師父瞎扯了一通,果然是正經沒到一刻,下一瞬,我就聽見師父說:“不是生死存亡的事情,就不要來找我了。勿念!”
余音裊裊,不絕于耳。
好極了,師父老人家果然還是記憶里沒心沒肺大大咧咧的師父啊。
站在一旁聽了全程的徐方來對我深表同情——
“哈哈哈哈哈哈哈哈哈哈!”
這下,我心頭因為師父不辭而別的那一點點微末傷感在徐方來豬一樣的笑聲里徹底跑得一干二凈。
“死胖子!”我咬牙切齒地去追幸災樂禍的徐方來:“你還敢笑!找打!”
“誒,打不著,打不著你嘿打不著~”
“謝晚晚~以后蒼羽就交給你來發揚光大了~”
“徐!芳!芳!”
那天晚上,我追著徐方來繞著宗門跑了不知道多少圈,跑到最后我感覺雙腿都不似自己的了。

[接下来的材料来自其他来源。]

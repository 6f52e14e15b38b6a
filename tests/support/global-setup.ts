import { mkdtempSync, rmSync } from 'node:fs'
import { tmpdir } from 'node:os'
import { join } from 'node:path'
import type { TestProject } from 'vitest/node'
import { startMariadb } from '../../server/setup/mariadb.mjs'

declare module 'vitest' {
  export interface ProvidedContext {
    /** Socket of the MariaDB of this run; its root signs in there without a password. */
    mariadbSocket: string
    mariadbUrl: string
  }
}

/** One MariaDB for the whole run, in a folder of its own; each test file makes itself a database in it. */
export default async function setup(project: TestProject): Promise<() => Promise<void>> {
  const dir = mkdtempSync(join(tmpdir(), 'ogee-test-'))
  const database = await startMariadb({ dir, size: 'test' })
  project.provide('mariadbSocket', database.socket)
  project.provide('mariadbUrl', database.url)
  return async () => {
    await database.stop()
    rmSync(dir, { recursive: true, force: true })
  }
}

“呼……徐芳芳呼……你怎么就……呼這么能跑……”我扶著幾乎要跑得累斷了的腰,口里喘著粗氣,烏龜似的往前挪,“給我……呼……站住!”
“我不。”
對比幾乎要跑斷了氣的我,徐方來顯得十分游刃有余,他甚至還有余力勾著一邊的樹叉猴似的晃蕩來晃蕩去。
我在后面看著,心頭那個恨吶。
又追了一段距離,我累得腦子發蒙,已經忘記自己為什么要追徐方來了。
“……徐芳芳,”我不住地粗喘,嘴巴發干,眼睛發昏,身子打晃,我深吸了一口氣,勉強將急促的喘息壓下,“別跑了……”
“你跑那么快……做什么……”
徐方來理所當然的回:“你要打我,我肯定要跑啊。”
“呼……哈……我不打……你了,你……別跑了。”
我已經完全不記得自己為什么要打他了,我現在只想好好休息,不想再跑了。
徐方來將信將疑。
“你可不許詐我。”
我有氣無力地翻了個白眼,沒好氣地應道:“不詐你。”
徐方來打量了手腳打晃的我,像是估測我還有沒有氣力打他。
“那成。”
徐方來不跑了,溜溜達達地往回跑。
他跑到我的跟前,欠欠地開口:“謝小晚,你好虛啊。”
“……”我額上青筋暴起,隨手撿起一塊石頭去砸徐方來:“徐芳芳,你皮癢了是不是?”
又是一番你追我趕。
最后,我精疲力盡地往厚實的草堆里一倒。